This article was written by Martin De Vlieghere and Paul Vreymans of the Flemish think tank Work for All.

On 23 and 24 March the European Council is meeting to discuss the future of Europe’s social model. The very essence of the welfare state is at stake. Europe’s present social model is unable to tackle the modern challenges of globalization, and has left Europe with gigantic problems: an unsurmountable public debt, a rapidly ageing population, 19 million unemployed, and an overall youth unemployment rate of 18%. The unemployment figures may easily be doubled to account for hidden unemployment. The untold reality is that Europe’s real unemployment stands at the level of the 1932 Depression.

A man-made Disaster

Europe’s social disaster is unfolding while the rest of the world is booming at its fastest rate in three decades. 2004 and 2005 were record years for China and India, which have double-digit growth rates, and for the USA, which fully enjoys the benefits of globalization. The world’s economy is booming at an average rate of over 4%, but Europe’s growth has stagnated at an inflated 1.5%.

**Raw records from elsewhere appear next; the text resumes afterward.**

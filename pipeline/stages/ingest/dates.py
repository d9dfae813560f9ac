"""Dates: the collection and report dates of landed rows, parsed in the source's format; the
report date of a row without one.
"""

from __future__ import annotations

import calendar
import datetime as dt
import re

import polars as pl

from pipeline.core.settings import SourceConfig
from pipeline.stages.ingest.inbox import InboxFile, _month_end_from_name

#: A date in ISO 8601 as the standard layout sends it: a calendar date, optionally a time.
_ISO_DATE = (
    r"\d{4}-\d{2}-\d{2}(?:[T ]\d{2}:\d{2}(?::\d{2}(?:[.,]\d+)?)?(?:Z|[+-]\d{2}(?::?\d{2})?)?)?"
)
_STRFTIME_PARTS = {"Y": r"\d{4}", "m": r"\d{2}", "d": r"\d{2}", "H": r"\d{2}", "M": r"\d{2}", "S": r"\d{2}",
                   "y": r"\d{2}", "f": r"\d{1,9}", "b": r"[A-Za-z]{3}", "B": r"[A-Za-z]{3,9}",
                   "z": r"[+-]\d{4}", "%": "%"}  # fmt: skip


def date_shape(date_format: str | None) -> str:
    """The regular expression a date text must match in full: ISO 8601 when no format is set,
    else the configured strftime format with each part at its full width (``%d`` two digits),
    so that trailing text and unpadded dates are refused rather than read leniently.
    """
    if date_format is None:
        return _ISO_DATE
    out, i = [], 0
    while i < len(date_format):
        ch = date_format[i]
        if ch == "%" and i + 1 < len(date_format):
            out.append(_STRFTIME_PARTS.get(date_format[i + 1], re.escape("%" + date_format[i + 1])))
            i += 2
        else:
            out.append(re.escape(ch))
            i += 1
    return "".join(out)


def undated_report_date(run_period: str, fallback: dt.date) -> dt.date:
    """The report date of a row without one, in a file without a month in its name: the last day
    of the period of the run that first ingests the file (never the day it happened to be
    loaded, which is after the period end and would hide the rows from their month);
    ``fallback`` only when ``run_period`` is not a month (``sources check`` without a period).
    """
    match = re.fullmatch(r"(\d{4})-(0[1-9]|1[0-2])", run_period or "")
    if not match:
        return fallback
    year, month = int(match.group(1)), int(match.group(2))
    return dt.date(year, month, calendar.monthrange(year, month)[1])


def add_dates(frame: pl.DataFrame, source: SourceConfig, item: InboxFile, undated_on: dt.date,
              run_day: dt.date | None = None) -> pl.DataFrame:  # fmt: skip
    """Parse the collection and report dates; keep the text as reported beside them.

    A row without a report date is known at the end of its extract's month: the month in the
    file name (basis ``file_name``), else ``undated_on``, the end of the period of the run that
    first ingests the file (basis ``run_period``; :func:`undated_report_date`); a row collected
    after that month, at the end of its own collection month (basis ``collected_month``).

    A date must match the source's format in full (:func:`date_shape`). A report date given
    but not readable rejects the row (``invalid_report_date``) instead of falling back to the
    extract's month; a collection date after ``run_day`` (the day of the run, today if not
    given) rejects it (``collected_after_run``) whatever its report date says.
    """
    run_day = run_day or dt.date.today()
    fmt = source.date_format or "%Y-%m-%d"
    shape = date_shape(source.date_format)

    def parse(col: str) -> pl.Expr:
        text = pl.col(col).str.strip_chars()
        whole = text.str.contains(rf"^(?:{shape})$")
        if source.date_format is None:
            text = text.str.slice(0, 10)
        return pl.when(whole).then(text.str.strptime(pl.Date, fmt, strict=False))

    from_name = _month_end_from_name(item.rel_path)
    extract_date = from_name or undated_on
    basis_extract = "file_name" if from_name else "run_period"
    collected = parse("collected_text")
    # a row collected after its extract's month (a history sent as one file) cannot have been
    # known before its own collection month ended: never date it before it was collected
    collected_month_end = collected.dt.month_end()
    later = collected_month_end > pl.lit(extract_date)
    reported_given = pl.col("reported_text").str.strip_chars().fill_null("") != ""
    out = frame.with_columns(
        collected.alias("collected_date"),
        pl.coalesce(
            parse("reported_text"),
            pl.when(later).then(collected_month_end).otherwise(pl.lit(extract_date)),
        ).alias("reported_date"),
        pl.when(parse("reported_text").is_not_null())
        .then(pl.lit("reported"))
        .when(later)
        .then(pl.lit("collected_month"))
        .otherwise(pl.lit(basis_extract))
        .alias("reported_date_basis"),
    )
    fault = (
        pl.when(reported_given & parse("reported_text").is_null())
        .then(pl.format("invalid_report_date:report date \"{}\" is not a date in the format {}",
                        pl.col("reported_text"), pl.lit(source.date_format or "YYYY-MM-DD")))
        .when(pl.col("collected_date") > pl.lit(run_day))
        .then(pl.format("collected_after_run:collected {}, after the day of this run ({})",
                        pl.col("collected_date").dt.strftime("%Y-%m-%d"), pl.lit(run_day.isoformat())))
    )  # fmt: skip
    return out.with_columns(pl.coalesce(pl.col("row_fault"), fault).alias("row_fault"))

Why is Europe performing so poorly? Europe’s deficient performance is incompatible with its huge potential as the world’s largest single consumer market. Its slow growth contradicts its unequalled industrial productivity and infrastructure, its outstanding education level and labour ethics, its favourable climate, “fair business” morality, and not in the least its tremendous potential provided by the opening of the iron curtain. Obviously Europe’s fairy-tale is not materializing. Nor are the inflated expectations prognosticated by Europe’s political elite at the launch of the Common Currency and the Lisbon Agenda.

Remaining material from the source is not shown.